As the latest technology in the world of AI develops quickly and ever more impressive applications are achieved a new related phenomenon is also growing – a questioning of whether or not it is too intelligent to be revealed. This week OpenAI, a non-profit AI research organisation financially backed by the great and good of the tech sector from Elon Musk to Sam Altman of the YCombinator investment vehicle, announced a break from its usual convention of sharing its intellectual property (IP).
OpenAI generally releases its research to the public with the philosophy its open source approach will help speed up the wider development of AI technology. However, the organisation has come to the conclusion that it should keep its latest AI model, GPT2, under wraps pending further discussion around the potential ramifications of the tech breakthrough it represents.

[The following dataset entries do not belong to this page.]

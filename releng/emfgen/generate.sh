#!/usr/bin/env bash
# Regenerates the workspace model code (bundles/org.tracegas.model/src-gen) and its item providers
# (bundles/org.tracegas.model.edit/src-gen, icons, plugin.xml) from model/workspace.genmodel.
# Plain Maven, outside the Tycho reactor, through the project's Maven wrapper (MVN may name another Maven).
set -euo pipefail
here=$(cd "${0%/*}" && pwd)
"${MVN:-$here/../mvnw}" -B -q -f "$here/pom.xml" compile exec:java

GPT2 is a text generator but one that shows a level of sophistication significantly beyond any previous AI text-generator. It works on being provided with a text sample that can range from just a few words to pages. The AI then completes or adds to the text. So if it was given a newspaper headline it could come up with a complimentary article. This is not new for AI but other existing algorithms struggle to maintain syntax and the kind of consistency of structure, flow and content that would pass for a human writer. Apparently not so GPT2.
The Guardian newspaper, presumably given access to the algorithm, fed in the first few paragraphs of one of its own articles on the topic of Brexit. Its journalist was impressed:
‘its output is plausible newspaper prose, replete with “quotes” from Jeremy Corbyn, mentions of the Irish border, and answers from the prime minister’s spokesman.
One such, completely artificial, paragraph reads: “Asked to clarify the reports, a spokesman for May said: ‘The PM has made it absolutely clear her intention is to leave the EU as quickly as is possible and that will be under her negotiating mandate as confirmed in the Queen’s speech last week.’”
The quality of GPT2’s output can be put down to a few factors. The first is that the dataset the AI was ‘trained’ on was many times larger than that of other text generator AIs. The algorithm also has a much broader remit than others, which are coded for narrower tasks such as translation, summarisation or reading comprehension. GPT2 can be applied to all of these narrower text-based remits and in tests outperformed other AIs specifically programmed for just one. It appears that its broader scope has actually enabled it to perform better at narrower, specialist tasks.
Such is the level of aptitude demonstrated by GPT2 that its creators at OpenAI are not confident they can completely anticipate what it might be capable of. Concerns around releasing its code into the public domain are centred on how effective it could be in generating high quality fake news or online reviews for products and services.
One of OpenAI’s goals is to demonstrate to the public what the latest technology in the world is capable of before it becomes mainstream. This, it is hoped, will raise awareness and teach people to be careful about taking things in the digital domain at face value.